Denn neben dem alten Standort in Dammzollstraße konnte der Verein nun auch das Gebäude an der August-Bebel-Straße nutzen. An der einen Stelle blieben Fahrradwerkstatt, Möbelbörse und Kleiderkammer, an der anderen wurden Beratung für Einheimische und Flüchtlinge, Tafel und Kindertafeltisch untergebracht.

„Der zweite Standort ist wunderbar“, sagen die Mitarbeiterinnen, die Betriebskosten aber seien unerwartet hoch gewesen. Alles zusammengenommen stand der Verein kurz vor dem Ende. „Was natürlich auch mit Existenzängsten für uns selbst verbunden war“, gibt Angelika Sedlick zu. Für sie war es an der Zeit, Alarm zu schlagen. „Ich wollte mich nicht dem Vorwurf aussetzen, dass wir eine Insolvenz riskieren.“ Gegenüber der Stadt, dem Amt und dem Kreis legte sie ihre Zahlen offen – und ist bis heute glücklich über die schnelle Hilfe, die fast sofort anrollte. Die zuständigen öffentlichen Stellen haben dem Verein unter die Arme gegriffen, die Sparkasse hat zweimal in den Spendentopf gegriffen und zahlreiche Sponsoren wie auch die Teichlandstiftung haben ihre Unterstützung zugesagt.

„Manchmal standen Familien vor der Tür, die eigentlich selbst auf unsere Hilfe angewiesen sind. Die haben uns dann einige Euro an Spenden angeboten“, erinnert sich Ivonne Scheunemann. Eine Familie hat sogar auf ihren Winterurlaub verzichtet, das eingesparte Geld dem Verein gestiftet. „Das hat mich zu Tränen gerührt“, gibt Angelika Sedlick zu. Es sei ein seltsames Gefühl, plötzlich selbst Bittsteller zu sein, angewiesen auf Verständnis und Hilfe.

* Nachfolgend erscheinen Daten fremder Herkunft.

"""The Parquet index files and the in-memory lookups, read back by pyarrow, DuckDB and polars.

The schema is harvester's own design (entry.py); atomic replacement follows POSIX rename()
(REFERENCES §7.3). Expected rows are written out by hand below.
"""

from __future__ import annotations

from dataclasses import replace
from datetime import UTC, datetime, timedelta
from pathlib import Path

import duckdb
import polars
import pyarrow as pa
import pyarrow.parquet as pq
import pytest

from harvester.errors import StoreError
from harvester.snapshots.entry import IndexEntry
from harvester.snapshots.index import (
    SnapshotIndex,
    index_path,
    read_index_file,
    write_index_file,
)

T = datetime(2026, 3, 1, 12, 0, 0, 250000, tzinfo=UTC)
URL_A = "http://127.0.0.1:8650/a.html"
URL_B = "http://127.0.0.1:8650/b.html"


def entry(url: str, hours: float, record: str, **changes: object) -> IndexEntry:
    base = IndexEntry(
        url=url,
        date=T + timedelta(hours=hours),
        record_type="response",
        profile="",
        status=200,
        payload_digest=f"sha1:{record.upper()}",
        body_sha256=f"{record}" * 4,
        file="one.warc.gz",
        offset=100 * len(record),
        length=77,
        record_id=f"<urn:uuid:{record}>",
        payload_record_id=f"<urn:uuid:{record}>",
        origin="live",
    )
    return replace(base, **changes)  # type: ignore[arg-type]


ENTRIES = [
    entry(URL_B, 2, "b2"),
    entry(URL_A, 3, "a3", memento_datetime=T - timedelta(days=400), origin="web-archive"),
    entry(URL_A, 1, "a1"),
    entry(URL_A, 2, "a2", record_type="revisit", payload_record_id="<urn:uuid:a1>",
          profile="http://netpreserve.org/warc/1.1/revisit/identical-payload-digest",
          payload_digest="sha1:A1", body_sha256="a1a1a1a1"),
]  # fmt: skip


def test_an_index_file_round_trips_sorted_by_url_and_date(tmp_path: Path) -> None:
    path = index_path(tmp_path, "one.warc.gz")
    assert path == tmp_path / "index" / "one.warc.gz.parquet"
    write_index_file(ENTRIES, path)
    assert sorted(read_index_file(path), key=lambda e: e.record_id) == sorted(
        ENTRIES, key=lambda e: e.record_id
    )
    ids = pq.read_table(path).column("record_id").to_pylist()
    assert ids == ["<urn:uuid:a1>", "<urn:uuid:a2>", "<urn:uuid:a3>", "<urn:uuid:b2>"]
    assert [p.name for p in path.parent.iterdir()] == [path.name]  # no temporary file left


def test_the_schema_is_the_entry_fields_with_declared_types(tmp_path: Path) -> None:
    path = tmp_path / "x.parquet"
    write_index_file(ENTRIES, path)
    schema = pq.read_schema(path)
    assert schema.names == [
        "url", "date", "record_type", "profile", "status", "payload_digest", "body_sha256",
        "file", "offset", "length", "record_id", "payload_record_id", "origin",
        "memento_datetime",
    ]  # fmt: skip
    assert schema.field("date").type == pa.timestamp("us", tz="UTC")
    assert schema.field("memento_datetime").type == pa.timestamp("us", tz="UTC")
    assert schema.field("status").type == pa.int32()
    assert schema.field("offset").type == pa.int64() == schema.field("length").type
    assert schema.field("url").type == pa.string()
    assert schema.field("memento_datetime").nullable and not schema.field("url").nullable


def test_other_tools_read_the_index_folder_without_harvester(tmp_path: Path) -> None:
    write_index_file(ENTRIES[:2], index_path(tmp_path, "one.warc.gz"))
    write_index_file(ENTRIES[2:], index_path(tmp_path, "two.warc.gz"))
    pattern = str(tmp_path / "index" / "*.parquet")
    query = f"SELECT record_id, date, status, memento_datetime FROM read_parquet('{pattern}')"
    relation = duckdb.sql(query + " ORDER BY record_id")
    assert relation is not None
    by_duckdb = sorted(relation.fetchall())
    frame = polars.read_parquet(pattern).sort("record_id")
    by_polars = list(frame.select("record_id", "date", "status", "memento_datetime").iter_rows())
    assert [row[0] for row in by_duckdb] == ["<urn:uuid:a1>", "<urn:uuid:a2>",
                                            "<urn:uuid:a3>", "<urn:uuid:b2>"]  # fmt: skip
    assert len(by_duckdb) == len(by_polars) == 4
    for ours, theirs in zip(by_duckdb, by_polars, strict=True):
        assert ours[0] == theirs[0] and ours[2] == theirs[2] == 200
        assert ours[1].astimezone(UTC) == theirs[1].astimezone(UTC)  # the same instant
    a3 = next(row for row in by_polars if row[0] == "<urn:uuid:a3>")
    assert a3[3].astimezone(UTC) == T - timedelta(days=400)
    assert by_polars[0][1].astimezone(UTC) == T + timedelta(hours=1)  # microseconds kept


@pytest.mark.parametrize(
    ("content", "says"),
    [(b"not parquet at all", "damaged or unreadable"), (b"PAR1" + b"\0" * 20, "damaged")],
)
def test_a_damaged_index_file_is_one_clear_error(tmp_path: Path, content: bytes, says: str) -> None:
    path = tmp_path / "index" / "x.warc.gz.parquet"
    path.parent.mkdir()
    path.write_bytes(content)
    with pytest.raises(StoreError) as caught:
        read_index_file(path)
    assert str(path) in caught.value.message and says in caught.value.message
    assert "reindex" in caught.value.hint and "\n" not in str(caught.value)
    with pytest.raises(StoreError):
        SnapshotIndex.load(tmp_path)


def test_a_truncated_index_file_and_a_missing_column_are_refused(tmp_path: Path) -> None:
    good = tmp_path / "good.parquet"
    write_index_file(ENTRIES, good)
    cut = tmp_path / "cut.parquet"
    cut.write_bytes(good.read_bytes()[:-40])
    with pytest.raises(StoreError, match=r"cut\.parquet"):
        read_index_file(cut)
    narrow = tmp_path / "narrow.parquet"
    pq.write_table(pq.read_table(good).drop_columns(["offset"]), narrow)
    with pytest.raises(StoreError, match=r"lacks columns \['offset'\]"):
        read_index_file(narrow)


def test_a_missing_index_folder_is_an_empty_index(tmp_path: Path) -> None:
    index = SnapshotIndex.load(tmp_path)
    assert len(index) == 0 and index.latest(URL_A) is None and index.entries() == []


def test_load_reads_every_index_file(tmp_path: Path) -> None:
    write_index_file(ENTRIES[:2], index_path(tmp_path, "one.warc.gz"))
    write_index_file(ENTRIES[2:], index_path(tmp_path, "two.warc.gz"))
    (tmp_path / "index" / ".half.parquet.inprogress").write_bytes(b"junk")  # never read
    index = SnapshotIndex.load(tmp_path)
    assert len(index) == 4
    assert [e.record_id for e in index.entries()] == [
        "<urn:uuid:a1>", "<urn:uuid:a2>", "<urn:uuid:b2>", "<urn:uuid:a3>"
    ]  # fmt: skip


def test_lookups_by_url_and_date() -> None:
    index = SnapshotIndex(ENTRIES)
    assert [e.record_id for e in index.for_url(URL_A)] == [
        "<urn:uuid:a1>", "<urn:uuid:a2>", "<urn:uuid:a3>"
    ]  # fmt: skip
    assert index.latest(URL_A) == ENTRIES[1] and index.latest("http://x/") is None
    assert index.nearest(URL_A, T) == ENTRIES[2]  # before the first
    assert index.nearest(URL_A, T + timedelta(hours=9)) == ENTRIES[1]  # after the last
    assert index.nearest(URL_A, T + timedelta(hours=2.4)) == ENTRIES[3]
    assert index.nearest(URL_A, T + timedelta(hours=2.6)) == ENTRIES[1]
    # Half-way between two entries: the earlier one (RFC 7089 leaves ties open; our choice).
    assert index.nearest(URL_A, T + timedelta(hours=1.5)) == ENTRIES[2]
    assert index.nearest(URL_A, T + timedelta(hours=2)) == ENTRIES[3]  # exact
    assert index.nearest("http://x/", T) is None
    assert index.urls() == [URL_A, URL_B]


def test_nearest_among_equal_dates_takes_the_first_added() -> None:
    twin = entry(URL_A, 1, "a1bis")
    index = SnapshotIndex([ENTRIES[2], twin, ENTRIES[1]])
    assert index.nearest(URL_A, T + timedelta(hours=1.1)) == ENTRIES[2]
    assert index.latest(URL_A) == ENTRIES[1]


def test_lookups_by_record_and_payload() -> None:
    index = SnapshotIndex(ENTRIES)
    assert index.record("<urn:uuid:a2>") == ENTRIES[3] and index.record("<nope>") is None
    assert index.by_sha256("a1a1a1a1") == ENTRIES[2]  # the response, not the revisit
    assert index.by_payload_digest("sha1:A1") == ENTRIES[2]
    assert index.by_sha256("") is None and index.by_payload_digest("") is None
    later = entry(URL_B, 5, "a1", record_id="<urn:uuid:later>")
    index.add(later)
    assert index.by_sha256("a1a1a1a1") == ENTRIES[2]  # the first stays the first
    earlier = entry(URL_B, -5, "a1", record_id="<urn:uuid:earlier>")
    index.add(earlier)
    assert index.by_payload_digest("sha1:A1") == earlier
    assert index.entries()[0] == earlier  # added last, ordered by date all the same


def test_select_for_listings() -> None:
    index = SnapshotIndex(ENTRIES)
    assert index.select() == index.entries()
    assert [e.record_id for e in index.select(url_contains="b.html")] == ["<urn:uuid:b2>"]
    window = index.select(since=T + timedelta(hours=2), until=T + timedelta(hours=3))
    assert [e.record_id for e in window] == ["<urn:uuid:a2>", "<urn:uuid:b2>"]  # until excluded
    assert index.select(url_contains="a.html", since=T + timedelta(hours=2.5)) == [ENTRIES[1]]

Bis heute ist sie immer wieder positiv überrascht, wie tragfähig die Netzwerke sind, die der Verein in den vergangenen Jahrzehnten geknüpft hat. Gerade erst ist der dritte Wagen des Vereins kaputt gegangen – die Werkstatt hat sofort angeboten, ihn kostenlos zu reparieren.

Inzwischen sind die Frauen zuversichtlich, dass die schweren Zeiten überstanden sind, der Verein wie gewohnt weiter arbeiten kann.

Insgesamt sind im Werg e.V. 35 ehrenamtliche und hauptamtliche Mitarbeiter beschäftigt. Zwischenzeitlich mussten drei Mitarbeiter gekündigt werden, zwei von ihnen konnten nach kurzer Arbeitslosigkeit wieder eingestellt werden. Die Tafel betreut insgesamt 260 Klienten. Auch um die 53 Geflüchteten in Peitz kümmert sich der Verein.